Take California. Less than one year after Prop 8 passed, less than four months after it was upheld by California’s Supreme Court, we can’t even get enough people to call Governor Schwarzenegger’s office to voice support for the proposed Harvey Milk Day bill. 100,000 people called – the majority reportedly in opposition to the bill.

Yes, there are bright spots. Grass-roots organizations and individuals are making a difference every day. My fellow gay writers and bloggers work long days, often with little or no compensation, to help move the ball forward. And we’re having some success.

But those in straight community, in the form of conservatives, gay marriage opponents, and the religious right, have enslaved us for far too long. And it’s taken its toll.

Because most of us can’t get married, we’ve approached relationships differently. Our opponents like to say we have all the rights we need – and deserve. What they don’t talk about is the security they have that comes in the form of societal recognition. We know that the bond of marriage is not only a goal, but an aid to maintaining a relationship through troubled times. It’s a lot easier to walk away when there are no legal issues, common property, children, or even the reaction of family, friends, and neighbors to stop you.

Acting Like We Want It

And because we don’t have this responsibility, some of us often don’t act with the same level of responsibility that straights purport to have. Much to our detriment, and, dare I say, much to the secret delight of our foes, many in our community are still acting as teenagers, more interested in having fun and sex today than taking a healthy interest in achieving equality tomorrow.

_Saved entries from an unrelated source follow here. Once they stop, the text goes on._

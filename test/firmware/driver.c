/* Serves the probe on stdin and stdout. All numbers are little-endian words.
 *
 *     request  number, count, then `count` words         answer  count, then `count` words
 *     open     0, length, misaligned (0 or 1), bytes      answer  1, result
 */
#include <stdio.h>
#include <stdlib.h>

#include "probe.h"

static void serve_open(void);
static void serve_call(uint32_t request, uint32_t count);
static int get_word(uint32_t *word);
static uint32_t want_word(void);
static void put_word(uint32_t word);
static void *memory(uint32_t size);

int main(void)
{
    uint32_t request;

    while (get_word(&request)) {
        if (request == 0) {
            serve_open();
        } else {
            serve_call(request, want_word());
        }
        (void)fflush(stdout);
    }
    return 0;
}

/* A file lies in memory of exactly its size, so that a sanitizer sees a read beyond its end. */
static void serve_open(void)
{
    static uint8_t *held;
    const uint32_t length = want_word();
    const uint32_t shift = want_word();
    uint8_t *bytes = memory(length + shift);

    if (fread(bytes + shift, 1, length, stdin) != length) {
        exit(2);
    }
#ifdef PROBE_SCRAMBLE
    for (uint32_t index = 0; index < length; index++) {
        bytes[shift + index] ^= PROBE_SCRAMBLE;
    }
#endif
    put_word(1);
    put_word((uint32_t)probe_open(bytes + shift, length));
    free(held);
    held = bytes;
}

static void serve_call(uint32_t request, uint32_t count)
{
    uint32_t *words = memory(count * (uint32_t)sizeof *words);
    uint32_t *answer = memory(PROBE_ANSWER_WORDS(count) * (uint32_t)sizeof *answer);
    uint32_t answers;

    for (uint32_t index = 0; index < count; index++) {
        words[index] = want_word();
    }
    answers = probe_call(request, words, count, answer);
    put_word(answers);
    for (uint32_t index = 0; index < answers; index++) {
        put_word(answer[index]);
    }
    free(answer);
    free(words);
}

static int get_word(uint32_t *word)
{
    uint8_t bytes[4];

    if (fread(bytes, 1, sizeof bytes, stdin) != sizeof bytes) {
        return 0;
    }
    *word = bytes[0] | (uint32_t)bytes[1] << 8 | (uint32_t)bytes[2] << 16 |
            (uint32_t)bytes[3] << 24;
    return 1;
}

static uint32_t want_word(void)
{
    uint32_t word;

    if (!get_word(&word)) {
        exit(2);
    }
    return word;
}

static void put_word(uint32_t word)
{
    for (uint32_t shift = 0; shift < 32; shift += 8) {
        (void)putchar((int)(word >> shift & 0xFFU));
    }
}

static void *memory(uint32_t size)
{
    void *block = malloc(size);

    if (block == NULL && size > 0) {
        exit(3);
    }
    return block;
}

David Phillips wrote me about this, saying,

“DADT is perhaps the best word to describe most male couples I’ve known.”

I refuse to believe that’s true across the board.

While there are a great many long-term same-sex relationships, many gay relationships aren’t necessarily long-lasting – not because we’re not capable or desirous of long-term relationships, but – in part -because society has not put the same focus on same-sex marriage that it has on “traditional” marriage. Remember, the Bush administration spent $300 million a year to promote “traditional” marriage.

And no, I’m not blaming our shortcomings on society.

“The fault, dear Brutus, is not in our stars,
But in ourselves, that we are underlings.”

So, as we move into the fall season, as we look to fight new battles for marriage equality, perhaps in New Jersey, and Pennsylvania, and as we move back to fight again for Maine and California, maybe we should pause for a moment and ask ourselves, does the majority of the gay community really want marriage equality? And if we do, are we going to start acting like it?